Mattel Inc. (MAT) will launch its first complete line of African-American Barbie dolls, a company representative said Thursday.

The line, which features three adult dolls, was previewed in a video at the Mattel and Fisher-Price Sneak-Peak Tour in New York one day after America’s first African-American president, Barack Obama, took office.

The “So in Style” dolls, expected to be released in fall 2009, come with little sisters as part of a mentorship theme.

The company has shown the dolls to prominent women in the African-American community to ensure their authenticity and in an effort to possibly recruit a spokesperson for the new line, the Mattel representative said. The company wouldn’t release the names of the women it consulted.

While Obama’s election shows a diminishing racial divide in America, the company representative said, the doll line was conceived prior to Obama’s announcement that he intended to run for office.

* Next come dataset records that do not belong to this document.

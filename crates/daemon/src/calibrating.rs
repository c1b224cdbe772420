//! A calibration over HTTP: the daemon holds each setpoint, waits until it has settled, takes the
//! readbacks, and asks for the meters' readings; then it fits.
//!
//! The holding is a run by hand: whoever asked for the calibration must ask again within the
//! interval, or the sink goes off. Interlocks hold and all is recorded. The setpoints and the
//! readbacks of a certificate are nominal: what the correction in force (if there is one) makes
//! of them is taken back by the one place that converts.
//!
//! What it deliberately does not do: take a new certificate into use (the bench file says which
//! one holds), or keep a calibration that was not finished over a restart of the daemon; its
//! record stays.

mod outcome;
mod points;

use std::collections::BTreeMap;
use std::sync::{Arc, Mutex, MutexGuard, PoisonError};

use quantity::{Current, Quantity, Span, Text};
use sink::accumulate::Moments;
use sink::calibration::current_step;
use sink::correction::Correction;
use tokio::sync::oneshot;
use uuid::Uuid;
use wire::TemperatureReading;

use crate::app::App;
use crate::by_hand;
use crate::sinks::SinkHandle;
use crate::view::{
    CalibrationRequest, CalibrationState, CalibrationView, Code, HandRequest, MeterReading,
    NominalView, Problem, RunState, SetpointRequest,
};
use crate::worker::{Ask, Readbacks};

pub(crate) use outcome::finish;
use points::Points;

/// Calibrations that are remembered; the oldest leave first.
const REMEMBERED: usize = 64;
/// Readbacks at a point unless said, at least and at most.
const READBACKS: (u16, u16, u16) = (10, 4, 200);
/// Time at a setpoint before it counts as settled unless said, and at most.
const SETTLE: (Span, Span) = (Span::from_secs(1), Span::from_secs(600));
/// Most setpoints.
const SETPOINTS_MAX: usize = 1_000;

/// Calibrations under way.
#[derive(Debug, Default)]
pub(crate) struct Calibrations(Mutex<BTreeMap<Uuid, Calibration>>);

/// A calibration under way.
#[derive(Debug, Clone)]
struct Calibration {
    request: Arc<CalibrationRequest>,
    /// The identity of the certificate that it makes or verifies.
    certificate: String,
    correction: Correction,
    points: Points,
    finished: bool,
}

impl Calibrations {
    fn lock(&self) -> MutexGuard<'_, BTreeMap<Uuid, Calibration>> {
        self.0.lock().unwrap_or_else(PoisonError::into_inner)
    }

    fn get(&self, id: Uuid) -> Result<Calibration, Problem> {
        self.lock().get(&id).cloned().ok_or_else(|| {
            let detail = format!("no calibration {id}; those of before the daemon was started are gone, their records are not");
            Problem::new(Code::NoSuchCalibration, detail)
        })
    }

    fn insert(&self, id: Uuid, calibration: Calibration) {
        let mut all = self.lock();
        all.insert(id, calibration);
        while all.len() > REMEMBERED {
            all.pop_first();
        }
    }
}

impl Calibration {
    /// The true current that stands for a nominal setpoint, and the nominal one that becomes of
    /// it again.
    fn current_of(&self, nominal: Current) -> (Current, Current) {
        let wanted = self.correction.current_from_setpoint(nominal);
        (wanted, self.correction.to_nominal_setpoint(wanted))
    }

    fn setpoint(&self) -> Option<Current> {
        let place = self.points.taken();
        self.request.setpoints.get(place).map(|setpoint| setpoint.0)
    }

    fn readbacks_wanted(&self) -> usize {
        usize::from(self.request.readbacks.unwrap_or(READBACKS.0))
    }

    /// Whether the setpoint has settled; if not, what is waited for.
    fn is_settled(&self, sink: &SinkHandle, readbacks: &Readbacks) -> Result<(), String> {
        let settle = self.request.settle.map_or(SETTLE.0, |settle| settle.0);
        if readbacks.held < settle {
            return Err(format!(
                "held for {}, {settle} is the least",
                readbacks.held
            ));
        }
        let currents: Vec<Current> = readbacks
            .readings
            .iter()
            .map(|reading| reading.values.current)
            .collect();
        let step = current_step(&sink.entry.front_end.adc);
        sink::calibration::settled(&currents, self.readbacks_wanted(), step)
            .map_err(|unsettled| unsettled.to_string())
    }
}

fn refused(detail: impl Into<String>) -> Problem {
    Problem::new(Code::CalibrationRefused, detail)
}

/// What a calibration is begun with, checked whole: every setpoint, the statement, the name.
/// Works on the disk.
///
/// # Errors
/// [`Code::CalibrationRefused`], or what the check of a setpoint refuses.
pub(crate) fn prepare(
    app: &App,
    request: CalibrationRequest,
) -> Result<(HandRequest, Prepared), Problem> {
    let sink = app.sink(&request.sink)?;
    check_numbers(&request)?;
    let certificate = match (&request.verifies, &request.identity) {
        (Some(verifies), None) => {
            let of = app
                .certificates
                .load(verifies)
                .map_err(|error| refused(error.to_string()))?;
            let of = of.measurements.sink;
            if of != request.sink {
                return Err(refused(format!(
                    "certificate `{verifies}` is of sink `{of}`, not of `{}`",
                    request.sink
                )));
            }
            verifies.clone()
        }
        (Some(_), Some(_)) => {
            return Err(refused(
                "`identity` names a new certificate and `verifies` an old one; give one of them",
            ));
        }
        (None, identity) => {
            let name = identity
                .clone()
                .unwrap_or_else(|| usual_name(app, &request.sink));
            app.certificates
                .is_free(&name)
                .map_err(|error| refused(error.to_string()))?;
            name
        }
    };
    let calibration = Calibration {
        certificate,
        correction: sink.correction,
        points: Points::default(),
        finished: false,
        request: Arc::new(request),
    };
    let request = &calibration.request;
    let mut hand = HandRequest {
        sink: request.sink.clone(),
        dut: request.dut.clone(),
        interlocks: request.interlocks.clone(),
        setpoint: Text(Current::ZERO),
        interval: request.interval,
        readback: request.readback,
        title: Some(match request.verifies {
            Some(_) => format!("Verification of certificate {}", calibration.certificate),
            None => format!("Calibration for certificate {}", calibration.certificate),
        }),
    };
    for nominal in request.setpoints.iter().rev() {
        let (wanted, _) = calibration.current_of(nominal.0);
        by_hand::check(app, sink, &hand, wanted)?;
        hand.setpoint = Text(wanted);
    }
    Ok((hand, Prepared(calibration)))
}

/// A calibration that may begin.
#[derive(Debug)]
pub(crate) struct Prepared(Calibration);

impl Prepared {
    /// It has begun.
    pub(crate) fn began(self, app: &App, id: Uuid) {
        app.calibrations.insert(id, self.0);
    }
}

fn usual_name(app: &App, sink: &str) -> String {
    let date: String = crate::view::rfc3339(app.clock.now())
        .chars()
        .take(10)
        .collect();
    format!("{}-{sink}-{date}", app.bench)
}

fn check_numbers(request: &CalibrationRequest) -> Result<(), Problem> {
    request
        .statement
        .check()
        .map_err(|error| refused(error.to_string()))?;
    let count = request.setpoints.len();
    let least = if request.verifies.is_some() { 1 } else { 2 };
    if !(least..=SETPOINTS_MAX).contains(&count) {
        return Err(refused(format!(
            "{count} setpoints; {least} to {SETPOINTS_MAX} can be given, five or more over the range are sound"
        )));
    }
    if let Some(setpoint) = request
        .setpoints
        .iter()
        .find(|setpoint| setpoint.0 <= Current::ZERO)
    {
        return Err(refused(format!(
            "a setpoint of {setpoint}; at zero the gate is off and nothing is told of what is set: begin above the floor"
        )));
    }
    let (_, least, most) = READBACKS;
    let readbacks = request.readbacks.unwrap_or(READBACKS.0);
    if !(least..=most).contains(&readbacks) {
        return Err(refused(format!(
            "{readbacks} readbacks; {least} to {most} can be taken at a point"
        )));
    }
    let settle = request.settle.map_or(SETTLE.0, |settle| settle.0);
    if settle > SETTLE.1 {
        return Err(refused(format!(
            "{settle} to settle; {} is the most",
            SETTLE.1
        )));
    }
    Ok(())
}

/// What has been read back at the present setpoint; `None` if the run is over.
async fn readbacks(sink: &SinkHandle, id: Uuid) -> Result<Option<Readbacks>, Problem> {
    let (answer, answered) = oneshot::channel();
    sink.give(Ask::Readbacks { id, answer })?;
    answered
        .await
        .map_err(|_| Problem::new(Code::WorkerEnded, "the sink's worker has ended"))
}

/// How a calibration stands.
///
/// # Errors
/// [`Code::NoSuchCalibration`].
pub(crate) async fn view(app: &App, id: Uuid) -> Result<CalibrationView, Problem> {
    let calibration = app.calibrations.get(id)?;
    let sink = app.sink(&calibration.request.sink)?;
    let back = readbacks(sink, id).await?;
    let run = sink.view().run.filter(|run| run.id == id);
    let over = run.as_ref().is_none_or(|run| {
        matches!(
            run.state,
            RunState::Ending | RunState::Ended | RunState::Interrupted
        )
    });
    let setpoint = calibration.setpoint();
    let settled = back.as_ref().map(|back| calibration.is_settled(sink, back));
    let state = match (&settled, setpoint) {
        _ if calibration.finished => CalibrationState::Finished,
        (_, None) => CalibrationState::Taken,
        _ if over => CalibrationState::Ended,
        (Some(Ok(())), Some(_)) => CalibrationState::Settled,
        (Some(Err(_)) | None, Some(_)) => CalibrationState::Settling,
    };
    let holds = matches!(
        state,
        CalibrationState::Settled | CalibrationState::Settling
    );
    let taken = calibration.points.taken();
    let points = calibration.request.setpoints.len();
    Ok(CalibrationView {
        id,
        sink: sink.name().to_owned(),
        certificate: calibration.certificate.clone(),
        verifies: calibration.request.verifies.is_some(),
        state,
        waits_for: settled.and_then(Result::err).filter(|_| holds),
        point: points.min(taken + 1) as u64,
        points: points as u64,
        setpoint_a: setpoint.filter(|_| holds).map(Current::amperes),
        nominal: back
            .filter(|_| holds)
            .and_then(|back| nominal_view(&back, calibration.readbacks_wanted())),
        current_points: calibration.points.current.len() as u64,
        voltage_points: calibration.points.voltage.len() as u64,
        run: run.or_else(|| app.context.ended.get(id)),
    })
}

fn nominal_view(back: &Readbacks, wanted: usize) -> Option<NominalView> {
    let first = back.readings.len().saturating_sub(wanted);
    let latest = back.readings.get(first..)?;
    let of = |value: fn(&wire::Reading) -> i128| -> Moments {
        #[expect(
            clippy::cast_precision_loss,
            reason = "readings are below 2^53 micro-units"
        )]
        let units = |reading| value(reading) as f64 / 1e6;
        latest.iter().map(units).collect()
    };
    let current = of(|reading| reading.values.current.base_units());
    let voltage = of(|reading| reading.values.voltage.base_units());
    Some(NominalView {
        readbacks: latest.len() as u64,
        current_a: current.mean()?,
        current_deviation_a: current.standard_deviation().unwrap_or(0.0),
        voltage_v: voltage.mean()?,
        voltage_deviation_v: voltage.standard_deviation().unwrap_or(0.0),
        temperature_degc: match latest.last()?.values.temperature {
            TemperatureReading::Value(value) => Some(value.degrees_celsius()),
            TemperatureReading::Open | TemperatureReading::Short => None,
        },
    })
}

/// Takes the meters' readings at the present setpoint beside the latest readbacks, and goes on to
/// the next one.
///
/// # Errors
/// [`Code::NotSettled`]; [`Code::NotRunning`] if the run is over or all points are taken.
pub(crate) async fn take(
    app: &Arc<App>,
    id: Uuid,
    read: MeterReading,
) -> Result<CalibrationView, Problem> {
    let calibration = app.calibrations.get(id)?;
    let sink = app.sink(&calibration.request.sink)?;
    let Some(nominal) = calibration.setpoint() else {
        let detail = format!("all points of calibration {id} are taken; finish it");
        return Err(Problem::new(Code::NotRunning, detail));
    };
    if read.current.is_empty() && read.voltage.is_empty() {
        let detail = "no meter's reading is given; name `current`, `voltage` or both";
        return Err(refused(detail));
    }
    if !read.voltage.is_empty() && calibration.request.statement.voltage_meter.is_none() {
        let detail = "a voltage is given, but no `voltage_meter` was stated; leave the voltage out";
        return Err(refused(detail));
    }
    let Some(back) = readbacks(sink, id).await? else {
        let run = sink.view().run.filter(|run| run.id == id);
        let ending = run.and_then(|run| run.ending);
        let ended = app.context.ended.get(id).and_then(|run| run.ending);
        let why = ending.or(ended).and_then(|ending| ending.reason);
        let why = why.map_or_else(String::new, |why| format!(": {why}"));
        let detail = format!("the run of calibration {id} has ended{why}");
        return Err(Problem::new(Code::NotRunning, detail));
    };
    calibration
        .is_settled(sink, &back)
        .map_err(|why| Problem::new(Code::NotSettled, why))?;
    let wanted = calibration.readbacks_wanted();
    let latest = back
        .readings
        .get(back.readings.len().saturating_sub(wanted)..)
        .unwrap_or(&[]);
    let (_, set) = calibration.current_of(nominal);
    let next = {
        let mut all = app.calibrations.lock();
        let known = all
            .get_mut(&id)
            .filter(|known| known.points.taken() == calibration.points.taken());
        let Some(known) = known else {
            let detail = "another reading of this point has just been taken";
            return Err(Problem::new(Code::NotRunning, detail));
        };
        let tick = sink.entry.front_end.tick;
        known.points.take(set, &read, latest, tick);
        known.setpoint().map(|nominal| known.current_of(nominal).0)
    };
    let wanted = SetpointRequest {
        setpoint: Some(Text(next.unwrap_or(Current::ZERO))),
        interval: None,
    };
    by_hand::set(app, sink, id, wanted).await?;
    view(app, id).await
}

The line was inspired by Mattel toy designer Stacey McBride. The price of the new line will be in the same range as other Barbie lines.

The line differs from the company’s prior releases of African-American toys, in part, because of its facial features. As an example, the toys have fuller lips and different cheek bone placement and nose structure.

The company has shown the line to several retailers and said many have responded well, the company said.

In 1968, Mattel introduced an African-American doll named Christie, according to the company’s Web site.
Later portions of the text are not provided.